Now because of him, more than eighty thousand people would be late to work. Across the city, deadlines would be missed, meetings canceled, stores understaffed. The host of the nine o’clock show on KQED would not arrive on time; at every major hospital surgeries would be postponed. The driver of the Nissan Altima stalled near the end of the Yerba Buena tunel would be late, and so would the woman beside him. The girl in the back seat did not have a job. School had already started, but that was behind her, before the bridge. She had never planned to go. (291)

This is followed with a section break, then Bell is in the mind of Ian, the driver of the Altima. At the first transition of point of view, Bell again pulls out, this time taking a limited view of things so that the first sentences of the second paragraph in the quotation below could be from any character’s point of view, letting the reader ease from Ian’s mind to Julia’s mind. Only when Bell writes of Julia, “She’d rather be on the train, hurtling under the Bay, unstoppable,” do we explicitly enter into Julia’s mind.

[Ian] stole a look at his front-seat passenger, her dark head bent over a tack of papers. She’d unhitched her sat belt when they reached the bridge, which meant she’d lived in the Bay Area long enough to remember the earthquake in ’89, to prefer the risk of a car accident to the risk of being trapped under the rubble.

The girl in the back had never put hers on. She couldn’t sit still, kept shifting her limbs about, running her nails back and forth along the beige velour edge of her seat, leaning her head against the window and clouding up the glass. She’d rather be on the train, hurtling under the Bay, unstoppable. (292)

Another technique used by Bell in the transitions is to use character referents from the perspective of the current character. For example, in the passage above, Julia is introduced as “the girl in the back seat,” exploiting the fact that the three passengers in the car are strangers to each other. When Ian speaks while we are making the transition from Julia to Hannah in POV, he is referred to as “the driver.” This works as a solid marker for the reader when the first abrupt switch in POV occurs on the fourth page of the book: With no transition, we move from Hannah’s perspective to Ian’s signaled only by the use of Ian’s name:

 Only it wasn’t going to be [Hannah’s] child, not only hers, but hers and Kate’s. Which mean that this preview, this flipping through profiles in a stranger’s car, felt like a small betrayal.

Ian squinted at the headlights reflected in his rearview mirror, trying to determine if the car behind him remained at a reasonable distance, or if it had crept closer, the way he’d eased off his own brake to shorten the gap between his car and the one in front. (294)

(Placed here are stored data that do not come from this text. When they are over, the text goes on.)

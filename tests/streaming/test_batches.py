"""Batches: every cell once, pillars whole."""

from __future__ import annotations

from itertools import pairwise

import numpy as np
import pytest
from hypothesis import given, settings
from hypothesis import strategies as st

from subside import batches
from subside.batches import cut_batches


@settings(max_examples=150)
@given(sizes=st.lists(st.integers(1, 200), min_size=1, max_size=5), pillars=st.integers(1, 60),
       has_columns=st.booleans(), most=st.integers(1, 60), seed=st.integers(0, 999))
def test_every_cell_once_and_pillars_whole(sizes: list[int], pillars: int, has_columns: bool,
                                           most: int, seed: int) -> None:
    rng = np.random.default_rng(seed)
    count = sum(sizes)
    owner = rng.permutation(np.repeat(np.arange(len(sizes)), sizes))
    blocks = [np.flatnonzero(owner == n).astype(np.int32) for n in range(len(sizes))]
    column = rng.integers(0, pillars, count) if has_columns else None
    with pytest.MonkeyPatch.context() as patch:
        patch.setattr(batches, "_CELLS", most)
        found = cut_batches(blocks, column)
    cells = np.concatenate([batch.cells for batch in found])
    assert np.array_equal(np.sort(cells), np.arange(count))
    assert sorted(batch.number for batch in found) == list(range(len(found)))
    seen: set[tuple[int, int]] = set()
    for batch in found:
        assert batch.cells.size and (np.diff(batch.cells) > 0).all()
        block = blocks[batch.block]
        assert np.array_equal(block if batch.places is None else block[batch.places], batch.cells)
        if column is None:
            assert batch.cells.size <= 1.5 * most
            continue
        mine = {(batch.block, int(c)) for c in np.unique(column[batch.cells])}
        assert not mine & seen, "a pillar in two batches of a block"
        seen |= mine
        largest = np.unique(column[block], return_counts=True)[1].max()
        assert batch.cells.size <= 1.5 * most + largest


def test_batches_of_a_block_come_together() -> None:
    """A storage block is unpacked once: its batches follow each other."""
    blocks = [np.arange(a, a + 100_000, dtype=np.int32) for a in range(0, 400_000, 100_000)]
    found = cut_batches(blocks, np.arange(400_000) // 7)
    of_block = [batch.block for batch in found]
    changes = sum(a != b for a, b in pairwise(of_block))
    assert changes == 3 and len(found) == 16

The next POV change is handled similarly, using Julia’s name to signal a change in POV from Ian to her. Having established this pattern, Bell becomes more adventurous in her shifts, letting herself move between minds within a single paragraph:

[Julia] snapped a studded leather bracelet around a wrist, extracted a hook of silver from a tiny Ziploc bag, and threaded it through the nearly imperceptible hole in her nose. Watching in the rearview mirror, Ian thought she looked as though she were dressing for work, or for a performance, and in a sense she was. If she made it off the bridge alive, if she did not die of boredom first, Julia would take the streetcar to the Castro, where she would walk outside the Ben and Jerry’s next to Isaac, a fourteen-year-old runaway Mormon from the shore of the Great Salt Lake. (295)

Yet, Bell does not keep rigorously to this. At one point, she moves into Julia’s POV from Hannah’s without bringing in her name:

“They’re probably just filming a movie,” the girl in the back seat said. She didn’t care what was happening ahead on the bridge. If a person wanted to fly, he should stay away from bridges. If he wanted to kill himself, he should do it privately, not at rush hour.

This paragraph is Bell pushing the boundaries still further on her ability to move between her characters’ consciousnesses and represents the culmination of all the preparatory work that led to this point. Explicit markers are  no longer necessary as Bell shifts POV from one character to another.

Page number references are to Best American Short Stories 2006.